What to produce
Give every line of the listing back, exactly as written.

Records provided
--

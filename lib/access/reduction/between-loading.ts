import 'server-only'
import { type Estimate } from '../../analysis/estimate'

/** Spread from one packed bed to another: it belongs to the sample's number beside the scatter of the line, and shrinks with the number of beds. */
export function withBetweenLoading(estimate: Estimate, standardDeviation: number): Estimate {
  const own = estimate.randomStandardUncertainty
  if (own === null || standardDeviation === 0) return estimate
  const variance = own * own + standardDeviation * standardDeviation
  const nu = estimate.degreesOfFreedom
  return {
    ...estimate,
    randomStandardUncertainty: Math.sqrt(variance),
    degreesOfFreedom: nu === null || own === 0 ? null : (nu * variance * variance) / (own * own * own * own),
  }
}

--

Written answer
filename lib/access/reduction/between-loading.ts
import 'server-only'
import { type Estimate } from '../../analysis/estimate'

/** Spread from one packed bed to another: it belongs to the sample's number beside the scatter of the line, and shrinks with the number of beds. */
export function withBetweenLoading(estimate: Estimate, standardDeviation: number): Estimate {
  const own = estimate.randomStandardUncertainty
  if (own === null || standardDeviation === 0) return estimate
  const variance = own * own + standardDeviation * standardDeviation
  const nu = estimate.degreesOfFreedom
  return {
    ...estimate,
    randomStandardUncertainty: Math.sqrt(variance),
    degreesOfFreedom: nu === null || own === 0 ? null : (nu * variance * variance) / (own * own * own * own),
  }
}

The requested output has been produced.